[WORK TO BE COMPLETED] The only thing to report is how many lines of the data contain the word "state".

[DATA EXCERPTS]
//! Newton's method for likelihoods with analytic gradients and Hessians, in a fixed layout of
//! parameter slots, with ε² ≥ 0 handled as an active-set constraint.

use nalgebra::{DMatrix, DVector};

use super::super::tolerance;
use super::{bisect, illinois, invert_spd};

/// Slot of α.
pub(crate) const A: usize = 0;
/// Slot of β.
pub(crate) const B: usize = 1;
/// Slot of β2 or γ.
pub(crate) const C: usize = 2;
/// Slot of ε² (or ε when derivatives are asked for in ε).
pub(crate) const E: usize = 3;
/// Slot of the subsample offset δ.
pub(crate) const D: usize = 4;
/// Slot of the (pivoted) mean of the true x.
pub(crate) const M: usize = 5;
/// Slot of the variance τ² of the true x.
pub(crate) const T: usize = 6;
/// Number of slots.
pub(crate) const NS: usize = 7;

/// −2 ln L with its gradient and Hessian over the slots.
#[derive(Clone, Debug)]
pub(crate) struct Derivs {
    pub(crate) f: f64,
    pub(crate) g: [f64; NS],
    pub(crate) h: [[f64; NS]; NS],
}

impl Derivs {
    pub(crate) fn zero() -> Derivs {
        Derivs {
            f: 0.0,
            g: [0.0; NS],
            h: [[0.0; NS]; NS],
        }
    }

    /// Copies the upper triangle (in `act` order) to the lower one.
    pub(crate) fn symmetrise(&mut self, act: &[usize]) {
        for (ia, &a) in act.iter().enumerate() {
            for &b in &act[ia..] {
                self.h[b][a] = self.h[a][b];
            }
        }
    }
}

/// A likelihood with analytic derivatives over a set of slots.
pub(crate) trait Analytic {
    /// The slots this model uses, in θ order.
    fn slots(&self) -> Vec<usize>;
    /// Mean σ_y² (a scale for ε).
    fn mean_vy(&self) -> f64;
    /// −2 ln L and its derivatives over the slots `act`; slot E holds ε² if `squared`,
    /// else ε. `None` outside the support.
    fn derivs(&self, p: &[f64; NS], squared: bool, act: &[usize]) -> Option<Derivs>;
}

/// Result of [`maximise`].
pub(crate) struct Maximum {
    /// Slots at the maximum (E holds ε²).
    pub(crate) p: [f64; NS],
    pub(crate) neg2: f64,
    /// Covariance over the model's slots in θ order, with ε (not ε²) in slot E.
    pub(crate) cov: Option<DMatrix<f64>>,
    pub(crate) iterations: u64,
    pub(crate) evaluations: u64,
    pub(crate) notes: Vec<String>,
}

/// −2 ln L only (no slot is differentiated, so the per-object work is the value alone).
fn value<O: Analytic>(model: &O, p: &[f64; NS], _act: &[usize]) -> f64 {
    model.derivs(p, true, &[]).map_or(f64::INFINITY, |d| d.f)
}

/// Converts derivatives over ε² (slot E holding s = ε²) into derivatives over ε, by the
/// chain rule.
///
/// ```text
/// ∂f/∂ε = 2ε f_s,  ∂²f/∂x∂ε = 2ε f_xs,  ∂²f/∂ε² = 4ε² f_ss + 2 f_s
/// ```
fn squared_to_eps(d: &Derivs, s: f64, act: &[usize]) -> Derivs {
    let e = s.sqrt();
    let mut out = Derivs {
        f: d.f,
        g: d.g,
        h: d.h,
    };
    if act.contains(&E) {
        out.g[E] = 2.0 * e * d.g[E];
        for &x in act {
            if x != E {
                out.h[x][E] = 2.0 * e * d.h[x][E];
                out.h[E][x] = out.h[x][E];
            }
        }
        out.h[E][E] = 4.0 * e * e * d.h[E][E] + 2.0 * d.g[E];
    }
    out
}
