/// The reliability table: P(resolved) predicted for the catalog's own galaxies from σ and
/// distance alone (each left out of the M–σ fit), against their measured verdicts, in bins.
#[utoipa::path(
    get,
    path = "/api/v1/planning/reliability",
    tag = "planning",
    params(ReliabilityQuery),
    responses(
        (status = 200, description = "The reliability table", body = ReliabilityAnswer),
        (status = 401, description = "No valid token or session", body = Problem, content_type = "application/problem+json"),
        (status = 403, description = "The token lacks the read scope", body = Problem, content_type = "application/problem+json"),
        (status = 422, description = "An unknown or unreadable query parameter, or a threshold out of range (named)", body = Problem, content_type = "application/problem+json"),
        (status = 429, description = "Too many requests from this account (or, without one, this address)", body = Problem, content_type = "application/problem+json"),
    ),
    security((), ("bearer" = []))
)]
pub async fn planning_reliability(
    State(state): State<AppState>,
    query: Result<Query<Vec<(String, String)>>, QueryRejection>,
) -> ApiResult<Json<ReliabilityAnswer>> {
    let mut threshold = state.settings.soi_threshold;
    for (key, value) in query_pairs(query)? {
        if key != "threshold" {
            let name = key.chars().take(40).collect::<String>();
            return Err(AppError::invalid(vec![FieldError::new(
                name.as_str(),
                format!(
                    "'{name}' is not a query parameter of this endpoint (it accepts threshold)."
                ),
            )]));
        }
        threshold = value
            .trim()
            .parse::<f64>()
            .map_err(|_| check_threshold(f64::NAN).unwrap_err())
            .and_then(check_threshold)
            .map_err(|e| AppError::invalid(vec![FieldError::new("threshold", e)]))?;
    }
    let table = reliability(&state.catalog(), threshold).await?;
    Ok(Json(ReliabilityAnswer::of(table)))
}
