/// The current fit of one relation.
#[derive(Debug, Clone, Serialize, ToSchema)]
pub struct RelationFit {
    /// Relation slug, e.g. `m_sigma`.
    pub relation: String,
    /// Short name, e.g. `M_BH–σ`.
    pub label: String,
    /// x axis with its unit.
    pub x_label: String,
    /// Second host property (the plane) with its unit.
    pub x2_label: Option<String>,
    /// y axis with its unit.
    pub y_label: String,
    /// Estimator.
    pub estimator: String,
    /// Which galaxies entered.
    pub sample_filter: FilterAnswer,
    /// Pivot x0, log10 in the x unit.
    pub pivot_log: f64,
    /// Second pivot (the plane), log10 M☉.
    pub pivot2_log: Option<f64>,
    /// Catalog version the sample was read at.
    pub catalog_version: i64,
    /// When the fit was made, RFC 3339 UTC; for an answer at a named version (`version`,
    /// `release`), when that version was made, so the answer never changes.
    #[schema(format = DateTime)]
    pub fitted_at: String,
    /// The fit's identifier to cite (`/fits/{id}` shows it); derived from the relation,
    /// estimator, sample, pivots, catalog version and fitting code.
    pub fit_id: String,
    /// Detections in the sample.
    pub n_detections: usize,
    /// Upper limits in the sample.
    pub n_limits: usize,
    /// Galaxies left out because their adopted σ has the other definition.
    pub left_out_sigma_definition: usize,
    /// Galaxies left out because they lack a value the relation needs.
    pub left_out_missing: usize,
    /// Reverberation and single-epoch masses left out by `masses` (dynamical only by default).
    pub left_out_virial: usize,
    /// Upper limits of the selection left out of the fit (asked with `limits=exclude`, or
    /// because the estimator cannot use them).
    pub limits_left_out: usize,
    /// How many upper limits were left out and why, in one sentence; null when none were.
    pub limits_notice: Option<String>,
    /// The fit, or null when none could be made (`problem` says why).
    pub fit: Option<FitParameters>,
    /// Why there is no fit (too few objects, limits with an estimator that cannot use them…).
    pub problem: Option<String>,
}

impl RelationFit {
    /// The answer for a fit outcome.
    pub fn of(relation: &Relation, settings: &FitChoice, outcome: &FitOutcome) -> Self {
        let (pivot, pivot2) = settings.pivots(relation);
        let plane = relation.shape() == crate::fit::Shape::Plane;
        Self {
            relation: relation.slug(),
            label: relation.label(),
            x_label: relation.x_label(),
            x2_label: relation.x2_label(),
            y_label: relation.y_label(),
            estimator: settings.method.as_str().to_owned(),
            sample_filter: FilterAnswer::of(&settings.filter.for_method(settings.method)),
            pivot_log: pivot,
            pivot2_log: plane.then_some(pivot2),
            catalog_version: outcome.key.catalog_version,
            fitted_at: outcome.fitted_at.clone(),
            fit_id: crate::relations::citation::fit_id(&outcome.key),
            n_detections: outcome.sample.n_detections(),
            n_limits: outcome.sample.n_limits(),
            left_out_sigma_definition: outcome.sample.left_out_sigma_definition,
            left_out_missing: outcome.sample.left_out_missing,
            left_out_virial: outcome.sample.left_out_virial,
            limits_left_out: outcome.sample.left_out_limits,
            limits_notice: settings
                .limits_left_out(&outcome.sample)
                .map(|l| l.sentence),
            fit: outcome.fit.as_ref().ok().map(FitParameters::of),
            problem: outcome.fit.as_ref().err().map(ToString::to_string),
        }
    }
}

/// One relation of the catalog.
#[derive(Debug, Clone, Serialize, ToSchema)]
pub struct RelationInfo {
    /// Slug, e.g. `m_sigma`, `m_l_k`.
    pub relation: String,
    /// Short name.
    pub label: String,
    /// x axis with its unit.
    pub x_label: String,
    /// Second host property (the plane).
    pub x2_label: Option<String>,
    /// y axis with its unit.
    pub y_label: String,
    /// `line` or `plane`.
    pub shape: String,
    /// Default pivot, log10 in the x unit.
    pub default_pivot_log: f64,
    /// Default second pivot (the plane), log10 M☉.
    pub default_pivot2_log: Option<f64>,
    /// Where its current fit is.
    pub fit_url: String,
}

[TASK ANSWER] 3